Я разговариваю и рассказываю истории моим немногим оставшимся детям: Хэнку, Маддалене, Ладзаро, Назарено, Джезуэ. Я бы хотел, чтобы она была сейчас здесь, эта девушка с татуировкой, которая ушла от меня неуверенным танцующим шагом (потом она упала и подвернула ногу. Она не умела танцевать), я попытался бы рассказать ей нашу короткую мучительную историю, чтобы выбрать момент, когда я мог бы сказать себе: спасен, чтобы поставить в нужном месте точку и сохранить нашу историю нетронутой и удивительной. Почему на самые простые вопросы, почему на них никогда нет ответа? Почему? И фиг его поймешь это почему… Я бы рассказал ей, например, что для нас есть целый мир, где мы могли бы жить, это мир, созданный из ее обещаний, которые западали в мое смятенное сознание, давая мне надежду, сводя меня с ума от желания: ты мужчина моей жизни, ты создан, чтобы быть со мной, у нас будут дети и по воскресеньям я буду готовить и мы будем красиво одеваться, мы будем счастливы, мы всегда будем вместе. Однажды утром, пока я ждал ее внизу возле ее дома, взорвалась кофеварка (спросонья она забыла налить туда воды. Эта девчонка с татуировкой все время что-нибудь забывала), и ее отец нарисовал на стене фреску, умело соединив в ней грязные пятна, разбрызганные по стене. Тем самым утром она взрывала меня изнутри, пока я ждал ее, я еще не знал, что все идет к концу, я был ослеплен надеждой. Нет ничего более жестокого, чем надежда, ничего.

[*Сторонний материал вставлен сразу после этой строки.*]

package synth

import (
	"cmp"
	"context"
	"errors"
	"slices"

	"offplane/scenarios"
	"offplane/synth/camera"
	"offplane/synth/kernel"
	"offplane/synth/obs"
	"offplane/synth/parallel"
)

// Unit of the frames.
const Unit = "erg cm-2 s-1 sr-1"

// Synthesize makes the observation of a scenario and its truth. The observation keeps
// its frames of both lines. Progress, if not nil, is called now and then, one call at
// a time. The result does not depend on the number of workers (< 1: every core).
func Synthesize(ctx context.Context, s *scenarios.Scenario, light Light, workers int, progress func(done, total int)) (*obs.Observation, *Truth, error) {
	c, err := NewScene(ctx, s, light, workers)
	if err != nil {
		return nil, nil, err
	}
	return c.Observe(ctx, workers, progress)
}

// tile is the number of neighbouring pixels that a worker takes at a time. It changes
// nothing but the time taken.
const tile = 8 * kernel.Rays

// Observe is Synthesize for a scene that is ready.
func (c *Scene) Observe(ctx context.Context, workers int, progress func(done, total int)) (*obs.Observation, *Truth, error) {
	return c.observe(ctx, workers, tile, rows, progress)
}

func (c *Scene) observe(ctx context.Context, workers, tile, rows int, progress func(done, total int)) (*obs.Observation, *Truth, error) {
	r, err := c.Record()
	if err != nil {
		return nil, nil, err
	}
	r.tile, r.rows = tile, rows
	return r.Whole(ctx, workers, progress)
}

// A Recording is an observation that is about to be made, a few rows of the image at a
// time, so that the frames of the whole field are never held.
type Recording struct {
	// Head is what is known before: the grid, the field, the log, and frames that have
	// their sizes but no data. Its means are zero.
	Head *obs.Observation

	d          *development
	rows, tile int
}

// rows is the number of rows of the image that are made at a time. Rows of few pixels
// would see the spectra of the same footpoints again in the next ones; many need memory.
// It changes nothing but these two.
const rows = 32

// Record prepares an observation.
func (c *Scene) Record() (*Recording, error) {
	d := c.newDevelopment()
	if err := lit(d.whole); err != nil {
		return nil, err
	}
	r := &Recording{Head: d.whole, d: d, rows: rows, tile: tile}
	blank := make([]float32, len(d.field))
	for l, f := range d.plan.Lost {
		nk := len(c.s.Camera.Tunings)
		r.Head.Frames[l] = &obs.Cube{Pixels: len(d.field), Tunings: nk, Frames: len(f)}
		for range nk {
			r.Head.Mean[l] = append(r.Head.Mean[l], blank)
		}
	}
	return r, nil
}

// Parts makes the observation and calls take with one part after the other: whole rows of
// the image, from the first on. A part is an observation of its own pixels, those of the
// field without the dark ones; it is good until take returns. Parts returns the whole
// without frames, and the truth. A Recording can be used once.
func (r *Recording) Parts(ctx context.Context, workers int, progress func(done, total int), take func(part *obs.Observation) error) (*obs.Observation, *Truth, error) {
	d := r.d
	o := *r.Head
	o.Pixels, o.Frames = nil, [2]*obs.Cube{}
	for l, m := range o.Mean {
		o.Mean[l] = make([][]float32, len(m))
	}
	l := d.newLighting(workers, r.tile, progress)
	strips, scatter := d.strips(r.rows), d.scatter()
	if scatter != nil { // each place lights all others
		strips[0].litTo = len(d.lit)
	}
	w := d.newWindow(strips)
	for i, s := range strips {
		from := w.to
		w.slide(s.litFrom, s.litTo)
		if err := l.shine(ctx, w, from); err != nil {
			return nil, nil, err
		}
		if i == 0 && scatter != nil {
			if err := w.scatter(ctx, scatter, workers); err != nil {
				return nil, nil, err
			}
		}
		part, err := d.develop(ctx, w, s.from, s.to, workers)
		if err != nil {
			return nil, nil, err
		}
		if len(part.Pixels) == 0 {
			continue
		}
		o.Pixels = append(o.Pixels, part.Pixels...)
		for l, m := range part.Mean {
			for k := range m {
				o.Mean[l][k] = append(o.Mean[l][k], m[k]...)
			}
		}
		if err := take(part); err != nil {
			return nil, nil, err
		}
	}
	return &o, l.truth, lit(&o)
}

// Whole makes the observation with all its frames, and the truth.
func (r *Recording) Whole(ctx context.Context, workers int, progress func(done, total int)) (*obs.Observation, *Truth, error) {
	whole := r.Head.Frames
	for _, f := range whole {
		f.Data = make([]float32, 0, f.Pixels*f.Tunings*f.Frames)
	}
	o, truth, err := r.Parts(ctx, workers, progress, func(part *obs.Observation) error {
		for l, f := range part.Frames {
			whole[l].Data = append(whole[l].Data, f.Data...)
		}
		return nil
	})
	if err != nil {
		return nil, nil, err
	}
	for l, f := range whole {
		f.Pixels = len(o.Pixels)
		o.Frames[l] = f
	}
	return o, truth, nil
}

// lit returns an error if an observation has no pixels.
func lit(o *obs.Observation) error {
	if len(o.Pixels) == 0 {
		return errors.New("camera: no pixel of the field has a whole frame; all are occulted, saturated or lost")
	}
	return nil
}

// A lighting makes light and truth of the places of a development.
type lighting struct {
	*development
	truth         *Truth
	workers, tile int
	lamps         []*lamp
	rays          [][][]sample
	inField       []int32
	done          func(n int)
}

func (d *development) newLighting(workers, tile int, progress func(done, total int)) *lighting {
	workers = parallel.Workers(workers)
	places := make([]int32, len(d.all))
	for i, p := range d.all {
		places[i] = d.wide.place(&d.c.Grid, p)
	}
	return &lighting{
		development: d, truth: newTruth(d.c.Grid), workers: workers, tile: tile,
		lamps: make([]*lamp, workers), rays: make([][][]sample, workers),
		inField: d.numbers(places), done: progressCounter(len(d.lit), progress),
	}
}

// shine makes the light of the places of a window from a number on, before the camera's
// stages.
func (l *lighting) shine(ctx context.Context, w *window, from int) error {
	c, lit, wide := l.c, l.lit, &l.wide.Grid
	// Neighbours share field lines, so they come one after the other.
	order := make([]int, w.to-from)
	for i := range order {
		order[i] = from + i
	}
	slices.SortFunc(order, func(a, b int) int {
		return cmp.Compare(zigzag(int(lit[a])%wide.Nx, int(lit[a])/wide.Nx), zigzag(int(lit[b])%wide.Nx, int(lit[b])/wide.Nx))
	})
	return parallel.For(ctx, (len(order)+l.tile-1)/l.tile, l.workers, func(worker, i int) error {
		if l.lamps[worker] == nil {
			l.lamps[worker], l.rays[worker] = c.newLamp(l.plan), make([][]sample, l.tile)
		}
		lamp, rays := l.lamps[worker], l.rays[worker]
		part := order[i*l.tile : min((i+1)*l.tile, len(order))]
		for n, q := range part {
			p := lit[q]
			y, z := wide.Sky(int(p)%wide.Nx, int(p)/wide.Nx)
			var err error
			if rays[n], err = c.ray(y, z, rays[n]); err != nil {
				return err
			}
			if i := l.inField[p]; i > 0 {
				v, structure := c.truthOf(rays[n])
				l.truth.set(l.all[i-1], v, structure)
			}
		}
		lamp.shine(rays[:len(part)])
		series := make([][]float32, 0, kernel.Rays)
		for g := 0; g*kernel.Rays < len(part); g++ {
			few := part[g*kernel.Rays : min((g+1)*kernel.Rays, len(part))]
			for line := range w.raw {
				for k := range w.raw[line].Tunings {
					series = series[:0]
					for _, q := range few {
						series = append(series, w.series(line, q, k))
					}
					lamp.take(series, g, line, k)
				}
			}
		}
		l.done(len(part))
		return nil
	})
}

// zigzag numbers the pixels so that each aligned block of 2, 4, 8, ... has consecutive
// numbers: the bits of x and y in turn (Morton 1966, from memory).
func zigzag(x, y int) uint64 {
	spread := func(v int) uint64 {
		u := uint64(v)
		u = (u | u<<16) & 0x0000ffff0000ffff
		u = (u | u<<8) & 0x00ff00ff00ff00ff
		u = (u | u<<4) & 0x0f0f0f0f0f0f0f0f
		u = (u | u<<2) & 0x3333333333333333
		return (u | u<<1) & 0x5555555555555555
	}
	return spread(x) | spread(y)<<1
}

// camera returns the camera of the scene.
func (c *Scene) camera() *camera.Camera {
	return camera.New(c.s.Camera, c.s.Seed, c.Grid.Pixel*obs.Arcsec, c.light.Disc, c.light.Rest)
}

Я любил ее везде, эту девушку с татуировкой, даже в ее машине, в грязи (эти неожиданные гонки, когда мне удалось вытащить машину из грязи. Мы отправились заниматься любовью на середину поля, ночью. Но дождь лил как из ведра. Мы перепачкались в грязи с головы до ног. Яростная борьба с коробкой передач: первая, задний ход, первая, задний ход, обезумевшие колеса, разбрызгивающие грязь, она, ее вытаращенные глазенки, открытый рот с чуть кривыми зубками, первая и задний ход, грязь, вторая, спокойно, скользит, спокойно. Тогда я был настолько слеп, что готов был боготворить эти гонки, как метафору нашей любви: я ее спасаю, я вытаскиваю ее из жидкой грязи и она спасает меня, обнимая, любя меня, целуя меня с моей спермой во рту). Я любил ее еще тысячи и тысячи раз, я чувствовал ее бешеное дыхание, я кончал ей в лицо, повсюду ее руки искали мои руки. Я занимался с ней любовью даже в сарае ее отца, и она говорила мне: я чувствую тебя прямо в сердце, как будто ты достал до самого сердца. Еще я любил ее в новом доме, и в то благословенное время я верил, что он мог бы стать и моим тоже. В то благословенное время она пыталась выкинуть из головы годы сидения на героине, а я — пережить горе, чтобы начать жить заново. И в моей голове была удивительная путаница. На улицах города она держала меня за руку и говорила: впервые я иду и держу за руку мужчину, которого я люблю. Я ей отвечал: поклянись, что мы никогда не сделаем друг другу больно! И она подтверждала: да, никогда не сделаем больно, никогда, клянусь! В той просторной комнате, в ее кровати, разрушенной луной и солнцем, которые заглядывали через окна в крыше, я мог дотронуться до ее ступни своей ступней, пощекотать ее пальцами и потом слегка коснуться лодыжки. Затем, оторвавшись, возвращался и припадал к ее животу. Возвращался и прирастал. Прирастал, возвращался и проваливался в сон после любви. Может быть, сейчас она думает, что закрыла меня в своей комнате. Но я вышел, как призрак, я прошел сквозь стены, теперь я иду вместе с моими кошками, живыми и мертвыми. Теперь я засыпаю и вижу белые сны, мой сон — это неизменный белый экран и ничего больше, только этот белый экран, только свет, который заполняет мой мозг. Это я прошел сквозь стены, это я больше не существую, это я по-настоящему счастливый человек.

Сейчас мы, я и пять моих выживших детей, поднимаемся к церквушке Святого Георгия. Поднимаемся, кувыркаемся на лугу, но прежде мы, все шестеро, останавливаемся перед маленьким холмиком, где я похоронил Черныша, Веронику, Милли, Лилли и Пиппо.